• EXTRACTED DATA:
= = = = =

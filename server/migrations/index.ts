import { Foundation1764633600000 } from './1764633600000-Foundation'
import { RateLimit1764633700000 } from './1764633700000-RateLimit'
import { EquipmentAndTemplates1764640800000 } from './1764640800000-EquipmentAndTemplates'
import { Runs1764648000000 } from './1764648000000-Runs'
import { SignaturesAndMail1764655200000 } from './1764655200000-SignaturesAndMail'
import { Reports1764658800000 } from './1764658800000-Reports'
import { ArchiveIndex1764662400000 } from './1764662400000-ArchiveIndex'
import { CloseoutAndRetention1764669600000 } from './1764669600000-CloseoutAndRetention'
import { ArchiveQueryIndexes1764673200000 } from './1764673200000-ArchiveQueryIndexes'
import { SignedSnapshot1764680000000 } from './1764680000000-SignedSnapshot'
import { EditVersions1764700000000 } from './1764700000000-EditVersions'
import { Dispositions1764710000000 } from './1764710000000-Dispositions'
import { SiteBarometric1764720000000 } from './1764720000000-SiteBarometric'
import { CheckSupersession1764730000000 } from './1764730000000-CheckSupersession'
import { RunProgressAndAuditIndexes1764740000000 } from './1764740000000-RunProgressAndAuditIndexes'
import { RunRevision1764750000000 } from './1764750000000-RunRevision'

/** Every migration in order. Listed by hand so tsx, Vitest and the CLI all load the same classes without a glob. */
export const migrations = [
  Foundation1764633600000, RateLimit1764633700000, EquipmentAndTemplates1764640800000, Runs1764648000000, SignaturesAndMail1764655200000, Reports1764658800000, ArchiveIndex1764662400000,
  CloseoutAndRetention1764669600000,
  ArchiveQueryIndexes1764673200000,
  SignedSnapshot1764680000000,
  EditVersions1764700000000,
  Dispositions1764710000000,
  SiteBarometric1764720000000,
  CheckSupersession1764730000000,
  RunProgressAndAuditIndexes1764740000000,
  RunRevision1764750000000,
]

= = = = =

• TASK ITEM: Retype the entries. Every line must match exactly.

• ANSWER BOX:
filename server/migrations/index.ts
import { Foundation1764633600000 } from './1764633600000-Foundation'
import { RateLimit1764633700000 } from './1764633700000-RateLimit'
import { EquipmentAndTemplates1764640800000 } from './1764640800000-EquipmentAndTemplates'
import { Runs1764648000000 } from './1764648000000-Runs'
import { SignaturesAndMail1764655200000 } from './1764655200000-SignaturesAndMail'
import { Reports1764658800000 } from './1764658800000-Reports'
import { ArchiveIndex1764662400000 } from './1764662400000-ArchiveIndex'
import { CloseoutAndRetention1764669600000 } from './1764669600000-CloseoutAndRetention'
import { ArchiveQueryIndexes1764673200000 } from './1764673200000-ArchiveQueryIndexes'
import { SignedSnapshot1764680000000 } from './1764680000000-SignedSnapshot'
import { EditVersions1764700000000 } from './1764700000000-EditVersions'
import { Dispositions1764710000000 } from './1764710000000-Dispositions'
import { SiteBarometric1764720000000 } from './1764720000000-SiteBarometric'
import { CheckSupersession1764730000000 } from './1764730000000-CheckSupersession'
import { RunProgressAndAuditIndexes1764740000000 } from './1764740000000-RunProgressAndAuditIndexes'
import { RunRevision1764750000000 } from './1764750000000-RunRevision'

/** Every migration in order. Listed by hand so tsx, Vitest and the CLI all load the same classes without a glob. */
export const migrations = [
  Foundation1764633600000, RateLimit1764633700000, EquipmentAndTemplates1764640800000, Runs1764648000000, SignaturesAndMail1764655200000, Reports1764658800000, ArchiveIndex1764662400000,
  CloseoutAndRetention1764669600000,
  ArchiveQueryIndexes1764673200000,
  SignedSnapshot1764680000000,
  EditVersions1764700000000,
  Dispositions1764710000000,
  SiteBarometric1764720000000,
  CheckSupersession1764730000000,
  RunProgressAndAuditIndexes1764740000000,
  RunRevision1764750000000,
]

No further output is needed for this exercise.